### INPUT MATERIAL ###

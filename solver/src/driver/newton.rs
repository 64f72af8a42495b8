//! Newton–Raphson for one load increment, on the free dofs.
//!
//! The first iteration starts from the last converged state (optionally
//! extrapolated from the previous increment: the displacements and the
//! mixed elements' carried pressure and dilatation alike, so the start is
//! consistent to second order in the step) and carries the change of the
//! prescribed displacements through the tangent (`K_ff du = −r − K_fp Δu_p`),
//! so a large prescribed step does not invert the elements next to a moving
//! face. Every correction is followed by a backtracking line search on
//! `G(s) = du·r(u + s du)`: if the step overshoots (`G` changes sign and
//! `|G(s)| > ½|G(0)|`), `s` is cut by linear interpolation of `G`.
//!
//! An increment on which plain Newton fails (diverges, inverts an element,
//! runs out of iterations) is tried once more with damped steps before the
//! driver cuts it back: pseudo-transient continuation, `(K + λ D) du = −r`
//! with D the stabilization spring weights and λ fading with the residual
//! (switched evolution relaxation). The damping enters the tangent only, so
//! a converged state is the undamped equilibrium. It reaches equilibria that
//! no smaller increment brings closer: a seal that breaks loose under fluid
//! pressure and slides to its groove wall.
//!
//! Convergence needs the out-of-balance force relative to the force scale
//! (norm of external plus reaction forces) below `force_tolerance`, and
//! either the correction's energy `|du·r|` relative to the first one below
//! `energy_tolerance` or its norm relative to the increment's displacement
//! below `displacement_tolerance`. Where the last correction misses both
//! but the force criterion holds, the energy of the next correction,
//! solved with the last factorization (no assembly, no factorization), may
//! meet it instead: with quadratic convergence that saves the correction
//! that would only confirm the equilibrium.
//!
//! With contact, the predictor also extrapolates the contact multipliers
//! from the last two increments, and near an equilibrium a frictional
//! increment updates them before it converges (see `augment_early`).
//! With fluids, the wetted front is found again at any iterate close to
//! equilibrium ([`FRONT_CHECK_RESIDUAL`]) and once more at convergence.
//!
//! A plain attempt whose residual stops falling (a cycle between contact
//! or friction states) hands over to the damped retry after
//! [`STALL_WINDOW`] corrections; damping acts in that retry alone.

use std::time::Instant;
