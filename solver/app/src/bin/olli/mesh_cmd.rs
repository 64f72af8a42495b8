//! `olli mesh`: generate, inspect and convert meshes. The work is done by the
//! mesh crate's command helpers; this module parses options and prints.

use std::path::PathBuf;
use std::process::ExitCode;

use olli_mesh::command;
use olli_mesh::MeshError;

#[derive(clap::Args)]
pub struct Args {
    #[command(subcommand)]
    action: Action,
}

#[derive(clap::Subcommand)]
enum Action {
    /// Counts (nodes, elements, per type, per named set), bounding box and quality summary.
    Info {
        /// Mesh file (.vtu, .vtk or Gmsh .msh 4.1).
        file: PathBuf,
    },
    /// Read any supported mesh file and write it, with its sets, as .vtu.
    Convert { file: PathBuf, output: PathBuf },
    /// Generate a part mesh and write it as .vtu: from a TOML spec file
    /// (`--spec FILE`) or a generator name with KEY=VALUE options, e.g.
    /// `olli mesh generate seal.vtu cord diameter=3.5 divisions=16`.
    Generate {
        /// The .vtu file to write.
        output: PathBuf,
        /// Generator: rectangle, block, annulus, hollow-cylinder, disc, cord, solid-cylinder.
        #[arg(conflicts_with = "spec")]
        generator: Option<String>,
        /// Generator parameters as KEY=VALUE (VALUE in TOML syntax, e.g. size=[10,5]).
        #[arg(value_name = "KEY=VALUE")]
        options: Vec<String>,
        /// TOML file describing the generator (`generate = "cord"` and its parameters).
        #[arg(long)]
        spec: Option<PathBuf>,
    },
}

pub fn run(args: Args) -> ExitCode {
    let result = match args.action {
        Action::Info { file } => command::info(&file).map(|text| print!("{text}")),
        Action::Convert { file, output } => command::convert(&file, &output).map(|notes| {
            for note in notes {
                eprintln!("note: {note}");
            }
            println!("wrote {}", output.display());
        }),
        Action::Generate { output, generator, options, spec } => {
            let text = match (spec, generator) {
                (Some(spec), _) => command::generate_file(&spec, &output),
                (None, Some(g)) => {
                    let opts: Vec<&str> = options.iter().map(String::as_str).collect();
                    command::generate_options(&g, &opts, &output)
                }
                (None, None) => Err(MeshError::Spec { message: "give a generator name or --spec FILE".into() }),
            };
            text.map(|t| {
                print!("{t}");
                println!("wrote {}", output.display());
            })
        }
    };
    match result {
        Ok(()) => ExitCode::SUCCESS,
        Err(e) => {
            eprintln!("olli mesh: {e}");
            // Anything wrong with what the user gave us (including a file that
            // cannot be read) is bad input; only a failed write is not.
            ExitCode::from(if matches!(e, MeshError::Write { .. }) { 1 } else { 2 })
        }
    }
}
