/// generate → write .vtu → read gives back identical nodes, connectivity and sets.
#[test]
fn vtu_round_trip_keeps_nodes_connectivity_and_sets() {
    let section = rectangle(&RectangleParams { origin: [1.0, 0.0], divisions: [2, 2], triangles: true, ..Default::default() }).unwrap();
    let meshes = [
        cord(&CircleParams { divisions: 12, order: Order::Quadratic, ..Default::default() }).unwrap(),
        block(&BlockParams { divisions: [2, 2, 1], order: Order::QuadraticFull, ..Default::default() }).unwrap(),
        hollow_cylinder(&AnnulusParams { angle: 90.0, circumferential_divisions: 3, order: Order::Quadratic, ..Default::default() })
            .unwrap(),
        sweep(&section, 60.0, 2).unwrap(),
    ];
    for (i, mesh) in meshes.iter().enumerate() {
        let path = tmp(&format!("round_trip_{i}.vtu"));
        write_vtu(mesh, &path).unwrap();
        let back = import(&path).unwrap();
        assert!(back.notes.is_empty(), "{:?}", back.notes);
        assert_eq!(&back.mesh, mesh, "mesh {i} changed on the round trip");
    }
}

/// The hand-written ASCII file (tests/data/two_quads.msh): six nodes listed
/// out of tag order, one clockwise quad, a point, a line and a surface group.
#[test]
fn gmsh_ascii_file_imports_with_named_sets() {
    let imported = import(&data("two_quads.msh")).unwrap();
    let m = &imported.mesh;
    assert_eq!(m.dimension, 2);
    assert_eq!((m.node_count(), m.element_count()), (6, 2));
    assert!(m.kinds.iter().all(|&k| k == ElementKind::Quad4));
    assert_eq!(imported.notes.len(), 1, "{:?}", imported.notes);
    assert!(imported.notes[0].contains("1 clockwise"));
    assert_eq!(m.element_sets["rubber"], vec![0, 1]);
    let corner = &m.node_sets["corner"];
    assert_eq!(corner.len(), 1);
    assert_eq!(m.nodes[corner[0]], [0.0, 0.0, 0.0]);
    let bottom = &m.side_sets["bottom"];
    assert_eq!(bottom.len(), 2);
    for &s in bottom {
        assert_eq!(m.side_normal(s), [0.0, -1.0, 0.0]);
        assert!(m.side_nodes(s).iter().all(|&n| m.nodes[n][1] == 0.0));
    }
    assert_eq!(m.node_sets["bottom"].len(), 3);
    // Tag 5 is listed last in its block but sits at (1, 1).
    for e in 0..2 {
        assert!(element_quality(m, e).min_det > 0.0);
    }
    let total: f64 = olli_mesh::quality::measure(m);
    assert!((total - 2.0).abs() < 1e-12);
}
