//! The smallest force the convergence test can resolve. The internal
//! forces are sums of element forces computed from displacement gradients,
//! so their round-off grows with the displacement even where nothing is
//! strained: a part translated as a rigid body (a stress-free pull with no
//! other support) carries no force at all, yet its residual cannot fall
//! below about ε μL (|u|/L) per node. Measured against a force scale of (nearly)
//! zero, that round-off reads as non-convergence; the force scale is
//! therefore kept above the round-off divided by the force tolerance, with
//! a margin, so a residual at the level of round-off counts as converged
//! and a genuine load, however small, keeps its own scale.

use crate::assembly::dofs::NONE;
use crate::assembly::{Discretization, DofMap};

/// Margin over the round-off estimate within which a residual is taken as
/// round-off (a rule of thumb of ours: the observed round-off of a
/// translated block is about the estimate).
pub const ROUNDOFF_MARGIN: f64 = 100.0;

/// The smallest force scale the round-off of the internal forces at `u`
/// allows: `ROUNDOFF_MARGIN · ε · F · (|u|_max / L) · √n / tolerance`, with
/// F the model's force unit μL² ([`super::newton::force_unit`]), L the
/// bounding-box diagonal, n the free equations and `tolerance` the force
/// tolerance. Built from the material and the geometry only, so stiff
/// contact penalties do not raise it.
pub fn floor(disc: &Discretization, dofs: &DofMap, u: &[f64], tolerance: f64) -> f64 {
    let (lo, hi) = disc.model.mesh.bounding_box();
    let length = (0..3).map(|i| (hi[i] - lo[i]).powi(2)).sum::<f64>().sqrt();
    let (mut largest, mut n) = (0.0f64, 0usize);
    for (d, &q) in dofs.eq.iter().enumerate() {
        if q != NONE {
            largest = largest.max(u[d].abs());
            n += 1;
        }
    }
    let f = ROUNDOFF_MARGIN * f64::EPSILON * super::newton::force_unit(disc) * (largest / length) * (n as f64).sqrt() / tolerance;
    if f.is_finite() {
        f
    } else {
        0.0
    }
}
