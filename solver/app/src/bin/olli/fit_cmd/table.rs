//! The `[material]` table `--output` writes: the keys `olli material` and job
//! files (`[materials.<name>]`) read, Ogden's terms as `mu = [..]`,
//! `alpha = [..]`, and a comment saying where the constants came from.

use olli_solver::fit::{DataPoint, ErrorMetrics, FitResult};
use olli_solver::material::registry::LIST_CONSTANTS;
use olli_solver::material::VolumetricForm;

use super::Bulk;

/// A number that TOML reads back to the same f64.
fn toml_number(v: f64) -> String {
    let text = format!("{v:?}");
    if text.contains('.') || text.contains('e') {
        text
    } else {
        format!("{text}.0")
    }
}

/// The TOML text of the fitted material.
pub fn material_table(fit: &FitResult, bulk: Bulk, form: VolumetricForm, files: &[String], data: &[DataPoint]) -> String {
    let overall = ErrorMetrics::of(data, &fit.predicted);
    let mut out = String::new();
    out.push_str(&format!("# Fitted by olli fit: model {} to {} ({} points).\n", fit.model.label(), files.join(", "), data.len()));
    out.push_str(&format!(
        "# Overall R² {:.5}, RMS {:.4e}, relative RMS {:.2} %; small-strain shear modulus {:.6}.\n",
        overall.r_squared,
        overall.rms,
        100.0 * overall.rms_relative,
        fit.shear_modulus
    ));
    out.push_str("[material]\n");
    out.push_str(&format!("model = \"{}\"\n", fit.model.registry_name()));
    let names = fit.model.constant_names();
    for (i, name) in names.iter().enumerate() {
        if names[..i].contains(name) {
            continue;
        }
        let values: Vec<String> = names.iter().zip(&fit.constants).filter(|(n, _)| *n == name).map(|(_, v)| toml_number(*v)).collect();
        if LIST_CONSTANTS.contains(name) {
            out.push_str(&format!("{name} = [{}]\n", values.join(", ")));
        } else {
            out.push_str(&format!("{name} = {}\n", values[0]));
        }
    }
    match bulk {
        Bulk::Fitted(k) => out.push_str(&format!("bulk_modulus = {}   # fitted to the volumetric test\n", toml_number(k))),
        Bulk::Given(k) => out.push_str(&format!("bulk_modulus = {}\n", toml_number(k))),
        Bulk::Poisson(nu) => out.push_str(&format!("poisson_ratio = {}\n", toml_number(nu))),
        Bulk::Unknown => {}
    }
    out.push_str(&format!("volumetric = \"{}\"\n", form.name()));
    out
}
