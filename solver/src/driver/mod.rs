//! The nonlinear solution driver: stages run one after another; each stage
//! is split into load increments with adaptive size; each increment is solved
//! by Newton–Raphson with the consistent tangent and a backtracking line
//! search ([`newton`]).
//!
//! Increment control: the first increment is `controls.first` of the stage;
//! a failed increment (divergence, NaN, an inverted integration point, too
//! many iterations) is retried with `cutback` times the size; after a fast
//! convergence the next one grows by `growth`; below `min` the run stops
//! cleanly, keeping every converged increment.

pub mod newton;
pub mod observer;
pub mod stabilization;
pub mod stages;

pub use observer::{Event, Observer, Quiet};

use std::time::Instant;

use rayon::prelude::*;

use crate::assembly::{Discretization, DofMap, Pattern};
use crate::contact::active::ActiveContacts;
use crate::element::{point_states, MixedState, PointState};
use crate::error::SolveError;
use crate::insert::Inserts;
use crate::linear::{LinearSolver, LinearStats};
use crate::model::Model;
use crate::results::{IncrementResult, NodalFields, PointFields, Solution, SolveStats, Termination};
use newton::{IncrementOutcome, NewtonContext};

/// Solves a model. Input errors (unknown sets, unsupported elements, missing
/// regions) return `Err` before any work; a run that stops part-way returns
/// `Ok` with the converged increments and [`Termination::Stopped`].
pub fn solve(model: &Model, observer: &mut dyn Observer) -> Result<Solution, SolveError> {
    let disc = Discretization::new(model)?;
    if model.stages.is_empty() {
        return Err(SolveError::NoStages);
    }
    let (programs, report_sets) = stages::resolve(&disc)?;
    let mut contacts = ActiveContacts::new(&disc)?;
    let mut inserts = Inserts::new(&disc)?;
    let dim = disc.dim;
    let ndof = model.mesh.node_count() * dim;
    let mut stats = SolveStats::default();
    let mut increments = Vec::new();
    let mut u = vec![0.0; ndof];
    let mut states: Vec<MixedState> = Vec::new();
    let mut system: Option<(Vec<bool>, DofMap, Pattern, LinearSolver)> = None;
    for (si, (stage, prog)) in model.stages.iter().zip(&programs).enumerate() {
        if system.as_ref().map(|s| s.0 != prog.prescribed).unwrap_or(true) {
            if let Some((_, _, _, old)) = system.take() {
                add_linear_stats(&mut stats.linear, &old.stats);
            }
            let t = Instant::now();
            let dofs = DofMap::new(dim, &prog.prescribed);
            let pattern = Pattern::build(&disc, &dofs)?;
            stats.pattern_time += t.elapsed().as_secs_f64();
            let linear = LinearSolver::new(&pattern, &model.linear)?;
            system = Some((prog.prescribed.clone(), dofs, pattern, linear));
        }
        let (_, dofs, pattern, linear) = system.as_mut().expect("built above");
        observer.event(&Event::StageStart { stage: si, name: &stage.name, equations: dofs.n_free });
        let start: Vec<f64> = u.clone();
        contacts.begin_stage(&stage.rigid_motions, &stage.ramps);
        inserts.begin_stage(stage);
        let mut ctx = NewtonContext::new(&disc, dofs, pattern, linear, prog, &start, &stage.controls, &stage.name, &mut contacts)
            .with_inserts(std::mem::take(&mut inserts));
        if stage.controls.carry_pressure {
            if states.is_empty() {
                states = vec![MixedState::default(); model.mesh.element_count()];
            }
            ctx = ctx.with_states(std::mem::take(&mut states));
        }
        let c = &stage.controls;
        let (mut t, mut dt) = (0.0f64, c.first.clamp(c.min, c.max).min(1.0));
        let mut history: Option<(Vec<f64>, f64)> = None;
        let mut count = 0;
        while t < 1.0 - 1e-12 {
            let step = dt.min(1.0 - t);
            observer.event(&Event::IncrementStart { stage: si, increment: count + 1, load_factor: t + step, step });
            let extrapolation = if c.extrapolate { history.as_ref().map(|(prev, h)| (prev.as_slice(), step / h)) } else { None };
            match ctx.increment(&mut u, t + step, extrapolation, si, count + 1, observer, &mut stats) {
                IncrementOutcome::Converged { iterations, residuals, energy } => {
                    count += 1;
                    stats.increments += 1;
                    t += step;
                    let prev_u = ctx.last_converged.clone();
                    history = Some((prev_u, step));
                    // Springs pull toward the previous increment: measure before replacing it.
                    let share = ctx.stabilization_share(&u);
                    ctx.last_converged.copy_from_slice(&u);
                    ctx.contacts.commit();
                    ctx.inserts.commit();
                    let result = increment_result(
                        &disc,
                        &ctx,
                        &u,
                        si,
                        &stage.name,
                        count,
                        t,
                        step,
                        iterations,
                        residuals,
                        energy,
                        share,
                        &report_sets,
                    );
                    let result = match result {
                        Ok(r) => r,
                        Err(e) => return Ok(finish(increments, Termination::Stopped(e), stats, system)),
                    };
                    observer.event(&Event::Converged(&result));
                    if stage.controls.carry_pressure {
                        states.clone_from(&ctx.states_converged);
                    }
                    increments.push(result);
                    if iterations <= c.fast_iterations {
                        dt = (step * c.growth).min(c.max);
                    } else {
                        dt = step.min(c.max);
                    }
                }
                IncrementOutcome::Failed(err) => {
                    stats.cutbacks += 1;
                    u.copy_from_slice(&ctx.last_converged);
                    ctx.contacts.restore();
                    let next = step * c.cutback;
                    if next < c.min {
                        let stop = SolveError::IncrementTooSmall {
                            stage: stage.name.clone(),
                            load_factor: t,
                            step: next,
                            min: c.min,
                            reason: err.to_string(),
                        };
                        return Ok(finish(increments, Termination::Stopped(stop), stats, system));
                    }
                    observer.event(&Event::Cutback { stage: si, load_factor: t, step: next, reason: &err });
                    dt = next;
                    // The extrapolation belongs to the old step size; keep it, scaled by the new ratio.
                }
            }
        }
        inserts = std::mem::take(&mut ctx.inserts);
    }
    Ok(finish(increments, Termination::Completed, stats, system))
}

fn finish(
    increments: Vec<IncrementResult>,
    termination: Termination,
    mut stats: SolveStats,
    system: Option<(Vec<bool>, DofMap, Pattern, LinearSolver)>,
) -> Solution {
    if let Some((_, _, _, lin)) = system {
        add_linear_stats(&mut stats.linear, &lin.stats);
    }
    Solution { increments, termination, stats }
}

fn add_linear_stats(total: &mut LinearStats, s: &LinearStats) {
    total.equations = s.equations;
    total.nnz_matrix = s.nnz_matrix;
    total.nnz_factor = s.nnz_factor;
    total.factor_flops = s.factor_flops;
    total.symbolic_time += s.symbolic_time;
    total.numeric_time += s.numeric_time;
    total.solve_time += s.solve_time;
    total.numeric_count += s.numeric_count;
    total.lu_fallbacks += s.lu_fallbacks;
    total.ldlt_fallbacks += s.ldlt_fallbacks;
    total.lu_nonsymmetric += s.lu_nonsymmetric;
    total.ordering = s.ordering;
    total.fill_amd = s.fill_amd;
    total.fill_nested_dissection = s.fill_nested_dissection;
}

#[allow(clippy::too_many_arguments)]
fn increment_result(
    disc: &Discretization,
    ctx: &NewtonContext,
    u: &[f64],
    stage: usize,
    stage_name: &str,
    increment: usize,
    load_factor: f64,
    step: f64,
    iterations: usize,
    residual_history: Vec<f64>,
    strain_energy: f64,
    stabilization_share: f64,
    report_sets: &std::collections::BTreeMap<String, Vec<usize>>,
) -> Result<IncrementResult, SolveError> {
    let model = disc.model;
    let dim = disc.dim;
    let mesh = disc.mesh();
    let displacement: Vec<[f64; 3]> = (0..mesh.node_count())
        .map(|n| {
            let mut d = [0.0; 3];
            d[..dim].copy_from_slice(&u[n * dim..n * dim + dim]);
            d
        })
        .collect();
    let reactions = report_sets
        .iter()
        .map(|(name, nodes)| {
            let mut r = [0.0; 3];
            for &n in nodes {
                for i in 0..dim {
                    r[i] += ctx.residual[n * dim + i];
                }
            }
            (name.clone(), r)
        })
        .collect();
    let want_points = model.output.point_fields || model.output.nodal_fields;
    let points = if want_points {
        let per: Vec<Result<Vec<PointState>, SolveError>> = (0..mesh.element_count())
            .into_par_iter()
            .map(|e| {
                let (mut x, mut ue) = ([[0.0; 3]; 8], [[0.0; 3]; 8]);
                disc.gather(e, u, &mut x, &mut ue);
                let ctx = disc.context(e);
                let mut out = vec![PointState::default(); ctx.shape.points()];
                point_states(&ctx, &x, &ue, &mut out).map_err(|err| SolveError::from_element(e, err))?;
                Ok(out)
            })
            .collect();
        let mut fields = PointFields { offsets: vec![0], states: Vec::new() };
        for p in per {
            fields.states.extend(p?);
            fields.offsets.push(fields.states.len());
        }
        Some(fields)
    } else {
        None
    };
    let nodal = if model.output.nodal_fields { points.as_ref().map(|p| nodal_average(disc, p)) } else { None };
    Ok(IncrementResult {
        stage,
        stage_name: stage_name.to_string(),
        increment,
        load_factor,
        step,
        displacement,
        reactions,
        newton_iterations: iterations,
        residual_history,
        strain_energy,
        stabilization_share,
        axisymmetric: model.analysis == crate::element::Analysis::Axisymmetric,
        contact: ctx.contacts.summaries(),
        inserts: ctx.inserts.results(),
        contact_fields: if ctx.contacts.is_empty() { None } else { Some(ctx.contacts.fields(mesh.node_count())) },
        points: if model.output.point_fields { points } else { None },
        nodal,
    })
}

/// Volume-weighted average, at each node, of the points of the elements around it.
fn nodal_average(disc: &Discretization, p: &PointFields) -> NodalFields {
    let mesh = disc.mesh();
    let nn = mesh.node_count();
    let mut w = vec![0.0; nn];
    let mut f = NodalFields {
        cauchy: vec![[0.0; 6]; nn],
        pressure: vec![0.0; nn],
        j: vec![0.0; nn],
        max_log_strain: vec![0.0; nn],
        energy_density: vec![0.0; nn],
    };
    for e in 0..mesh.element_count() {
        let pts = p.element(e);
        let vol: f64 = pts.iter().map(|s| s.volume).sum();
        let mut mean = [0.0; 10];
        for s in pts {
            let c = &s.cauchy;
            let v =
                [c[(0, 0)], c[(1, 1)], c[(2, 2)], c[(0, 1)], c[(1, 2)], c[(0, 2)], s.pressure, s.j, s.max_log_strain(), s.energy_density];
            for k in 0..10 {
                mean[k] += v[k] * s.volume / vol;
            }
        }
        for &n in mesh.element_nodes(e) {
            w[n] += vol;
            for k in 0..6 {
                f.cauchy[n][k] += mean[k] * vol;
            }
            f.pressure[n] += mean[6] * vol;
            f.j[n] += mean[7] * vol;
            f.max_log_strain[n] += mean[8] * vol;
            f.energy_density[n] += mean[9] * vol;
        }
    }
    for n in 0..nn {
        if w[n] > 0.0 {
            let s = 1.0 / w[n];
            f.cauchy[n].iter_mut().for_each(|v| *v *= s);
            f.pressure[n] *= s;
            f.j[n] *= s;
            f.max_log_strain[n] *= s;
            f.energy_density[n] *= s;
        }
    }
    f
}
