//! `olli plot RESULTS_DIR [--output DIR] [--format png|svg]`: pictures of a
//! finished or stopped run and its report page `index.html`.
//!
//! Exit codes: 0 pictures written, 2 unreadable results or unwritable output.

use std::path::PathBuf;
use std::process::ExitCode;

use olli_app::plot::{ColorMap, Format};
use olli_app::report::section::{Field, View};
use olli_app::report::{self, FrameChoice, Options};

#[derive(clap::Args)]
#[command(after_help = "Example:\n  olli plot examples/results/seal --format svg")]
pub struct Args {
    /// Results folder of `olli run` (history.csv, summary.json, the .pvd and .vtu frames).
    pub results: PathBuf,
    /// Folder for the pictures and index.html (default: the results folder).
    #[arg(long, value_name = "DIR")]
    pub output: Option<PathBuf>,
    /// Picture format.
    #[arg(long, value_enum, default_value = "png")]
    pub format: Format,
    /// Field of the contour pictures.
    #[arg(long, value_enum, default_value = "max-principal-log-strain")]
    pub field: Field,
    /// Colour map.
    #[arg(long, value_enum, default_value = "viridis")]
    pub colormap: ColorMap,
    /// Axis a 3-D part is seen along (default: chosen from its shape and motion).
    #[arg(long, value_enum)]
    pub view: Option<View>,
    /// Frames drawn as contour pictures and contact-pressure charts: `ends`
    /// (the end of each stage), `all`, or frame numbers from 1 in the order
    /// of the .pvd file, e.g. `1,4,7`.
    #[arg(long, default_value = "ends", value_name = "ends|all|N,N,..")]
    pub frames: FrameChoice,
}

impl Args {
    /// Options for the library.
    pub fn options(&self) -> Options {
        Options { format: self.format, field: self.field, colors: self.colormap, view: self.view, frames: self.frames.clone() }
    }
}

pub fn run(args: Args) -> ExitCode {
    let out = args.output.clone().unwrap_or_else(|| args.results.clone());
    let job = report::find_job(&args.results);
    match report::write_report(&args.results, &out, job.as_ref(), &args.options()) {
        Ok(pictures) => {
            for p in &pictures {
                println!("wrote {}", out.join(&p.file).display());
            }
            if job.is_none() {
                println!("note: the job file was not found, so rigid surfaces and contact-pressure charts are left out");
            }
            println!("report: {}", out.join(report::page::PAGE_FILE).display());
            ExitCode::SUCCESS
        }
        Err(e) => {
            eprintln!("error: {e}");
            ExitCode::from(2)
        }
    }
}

###

**WHAT YOU SHOULD DO**: In the answer, the lines from the first line of the data above through the line containing "first one below" must appear exactly as written, with nothing else.

**SOLVED EXERCISE**:
filename solver/src/driver/newton.rs
repository 64f72af8a42495b8
//! Newton–Raphson for one load increment, on the free dofs.
//!
//! The first iteration starts from the last converged state (optionally
//! extrapolated from the previous increment: the displacements and the
//! mixed elements' carried pressure and dilatation alike, so the start is
//! consistent to second order in the step) and carries the change of the
//! prescribed displacements through the tangent (`K_ff du = −r − K_fp Δu_p`),
//! so a large prescribed step does not invert the elements next to a moving
//! face. Every correction is followed by a backtracking line search on
//! `G(s) = du·r(u + s du)`: if the step overshoots (`G` changes sign and
//! `|G(s)| > ½|G(0)|`), `s` is cut by linear interpolation of `G`.
//!
//! An increment on which plain Newton fails (diverges, inverts an element,
//! runs out of iterations) is tried once more with damped steps before the
//! driver cuts it back: pseudo-transient continuation, `(K + λ D) du = −r`
//! with D the stabilization spring weights and λ fading with the residual
//! (switched evolution relaxation). The damping enters the tangent only, so
//! a converged state is the undamped equilibrium. It reaches equilibria that
//! no smaller increment brings closer: a seal that breaks loose under fluid
//! pressure and slides to its groove wall.
//!
//! Convergence needs the out-of-balance force relative to the force scale
//! (norm of external plus reaction forces) below `force_tolerance`, and
//! either the correction's energy `|du·r|` relative to the first one below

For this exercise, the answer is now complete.